# diy magnaturals ledge



## brickdagecko (May 12, 2011)

im currently making my own with poly
anyways a few questions:
can spray paint be used?
what varnish is best to use as it is for a crestie?
what are best magnets to use?
and can i see other peoples attempts at these?


----------



## Oxide (Dec 31, 2011)

http://www.reptileforums.co.uk/forums/habitat/693452-d-i-y-mag-naturals.html

Found this through google as im looking to make some myself,hope it helps : victory:


----------



## ch4dg (Jul 24, 2008)

brickdagecko said:


> can spray paint be used?
> yes
> 
> what varnish is best to use as it is for a crestie?
> ...


hope that helps: victory:


EDIT:


Oxide said:


> http://www.reptileforums.co.uk/forums/habitat/693452-d-i-y-mag-naturals.html
> 
> Found this through google as im looking to make some myself,hope it helps : victory:


thats mine :2thumb:


----------



## bloodsyre (Jan 29, 2012)

ch4dg said:


> hope that helps: victory:
> 
> 
> EDIT:
> ...


Don't suppose you have any left that you fancy selling do you? I am awful at creative stuff, but will be willing to give it a go if I can't find any for sale !! 
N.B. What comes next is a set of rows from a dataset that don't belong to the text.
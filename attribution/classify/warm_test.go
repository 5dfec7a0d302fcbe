package classify

import (
	"math"
	"math/rand/v2"
	"testing"

	"gonum.org/v1/gonum/mat"
)

// TestWarmStartSameMinimiser: the penalised logistic objective is strictly
// convex, so its minimiser is unique (textbook convexity, e.g. Boyd &
// Vandenberghe 2004, §9.1, from memory) and a fit on a bootstrap resample
// started from the full-data model must reach the same coefficients as a
// cold start, up to the solver's tolerance, in no more Newton steps. A
// model of another design (other columns) is ignored: the fit is then the
// cold one exactly.
func TestWarmStartSameMinimiser(t *testing.T) {
	x, y, _ := interactionData(6000, 4, 5)
	rng := rand.New(rand.NewPCG(7, 7))
	rs := mat.NewDense(6000, 4, nil)
	ry := make([]float64, 6000)
	for i := range ry {
		j := rng.IntN(6000)
		rs.SetRow(i, x.RawRowView(j))
		ry[i] = y[j]
	}
	narrow := mat.DenseCopyOf(x.Slice(0, 6000, 0, 3))
	for _, l := range []Learner{NewLinear(), NewExpanded()} {
		full, err := l.Fit(x, y, nil, 1)
		if err != nil {
			t.Fatal(err)
		}
		other, err := l.Fit(narrow, y, nil, 1)
		if err != nil {
			t.Fatal(err)
		}
		cold, err := l.Fit(rs, ry, nil, 1)
		if err != nil {
			t.Fatal(err)
		}
		warm, err := l.(WarmStarter).WithWarmStart(full).Fit(rs, ry, nil, 1)
		if err != nil {
			t.Fatal(err)
		}
		c, w := cold.(*LogisticModel), warm.(*LogisticModel)
		for k, v := range c.Coef() {
			if d := math.Abs(v - w.Coef()[k]); d > 1e-6 {
				t.Errorf("%s: coefficient %d differs by %.3g between cold and warm starts", l.Name(), k, d)
			}
		}
		if w.Iterations() > c.Iterations() {
			t.Errorf("%s: warm start took %d Newton steps, cold %d", l.Name(), w.Iterations(), c.Iterations())
		}
		ignored, err := l.(WarmStarter).WithWarmStart(other).Fit(rs, ry, nil, 1)
		if err != nil {
			t.Fatal(err)
		}
		if ig := ignored.(*LogisticModel); ig.Intercept() != c.Intercept() || ig.Iterations() != c.Iterations() {
			t.Errorf("%s: a model of other columns changed the fit", l.Name())
		}
		t.Logf("%s: Newton steps cold %d, warm %d", l.Name(), c.Iterations(), w.Iterations())
	}
}
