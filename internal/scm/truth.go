package scm

import (
	"fmt"
	"math"

	"github.com/gapwise/gapwise/metrics"
)

// Truth is the ground-truth decomposition of one metric's gap in a Model.
type Truth struct {
	Metric string
	// Values[S] = M(P_S), the metric of hybrid distribution S.
	Values []float64
	// Gap = M(P_all) − M(P_∅), the comparison minus the reference value.
	Gap float64
	// Shapley[i] is node i's Shapley value of v(S) = M(P_S) − M(P_∅).
	Shapley []float64
	// SE[i] is the Monte Carlo standard error of Shapley[i] and GapSE that
	// of Gap, by batch means over the simulation's chunks:
	// SE = sd(φ_c) / √C over the C chunks' own estimates φ_c.
	SE    []float64
	GapSE float64
}

// GroundTruth simulates n records of every hybrid distribution with common
// random numbers (HybridStats) and returns, for each named metric, the exact
// Shapley decomposition of the simulated game with its Monte Carlo error.
// Metrics are those of metrics.Stats.Value (every metric except AUC).
func GroundTruth(m *Model, metricNames []string, n int, seed uint64, threshold float64, bins int) ([]Truth, error) {
	logLoss := false
	for _, name := range metricNames {
		logLoss = logLoss || name == metrics.NameLogLoss
	}
	chunks, err := hybridChunks(m, n, seed, threshold, bins, logLoss)
	if err != nil {
		return nil, err
	}
	total := sumChunks(chunks, bins)
	out := make([]Truth, len(metricNames))
	for mi, name := range metricNames {
		t, err := decompose(name, total)
		if err != nil {
			return nil, fmt.Errorf("scm: model %q: %w", m.Name, err)
		}
		t.SE = make([]float64, len(t.Shapley))
		if c := len(chunks); c > 1 {
			var gaps []float64
			phis := make([][]float64, len(t.Shapley))
			for _, chunk := range chunks {
				tc, err := decompose(name, chunk)
				if err != nil {
					return nil, fmt.Errorf("scm: model %q: %w", m.Name, err)
				}
				gaps = append(gaps, tc.Gap)
				for i, p := range tc.Shapley {
					phis[i] = append(phis[i], p)
				}
			}
			t.GapSE = batchSE(gaps)
			for i := range phis {
				t.SE[i] = batchSE(phis[i])
			}
		} else {
			t.GapSE = math.NaN()
			for i := range t.SE {
				t.SE[i] = math.NaN()
			}
		}
		out[mi] = t
	}
	return out, nil
}

func decompose(name string, stats []*metrics.Stats) (Truth, error) {
	t := Truth{Metric: name, Values: make([]float64, len(stats))}
	for s, st := range stats {
		x, err := st.Value(name)
		if err != nil {
			return Truth{}, fmt.Errorf("hybrid coalition %b: %w", s, err)
		}
		t.Values[s] = x
	}
	v := make([]float64, len(stats))
	for s := range v {
		v[s] = t.Values[s] - t.Values[0]
	}
	t.Gap = v[len(v)-1]
	t.Shapley = Shapley(v)
	return t, nil
}

// batchSE is the standard error of the mean of batch estimates x:
// sd(x)/√len(x), with the n−1 sample standard deviation.
func batchSE(x []float64) float64 {
	var mean float64
	for _, v := range x {
		mean += v
	}
	mean /= float64(len(x))
	var ss float64
	for _, v := range x {
		ss += (v - mean) * (v - mean)
	}
	return math.Sqrt(ss/float64(len(x)-1)) / math.Sqrt(float64(len(x)))
}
Thanks! Oh. And your ledges look fantastic


----------



## ch4dg (Jul 24, 2008)

bloodsyre said:


> Don't suppose you have any left that you fancy selling do you? I am awful at creative stuff, but will be willing to give it a go if I can't find any for sale !!
> 
> Thanks! Oh. And your ledges look fantastic


not any of these i'm afraid, but i got some plastic manufactered ones hopefully being made over the next week so will have then if the quality is any good


----------



## dinostore (Feb 23, 2011)

ch4dg said:


> not any of these i'm afraid, but i got some plastic manufactered ones hopefully being made over the next week so will have then if the quality is any good


excellent please post pics or pm me details


----------



## jht88 (Jun 9, 2009)

ch4dg said:


> not any of these i'm afraid, but i got some plastic manufactered ones hopefully being made over the next week so will have then if the quality is any good


Could you let us know how you're getting on with these, prices and stuff..:2thumb:


----------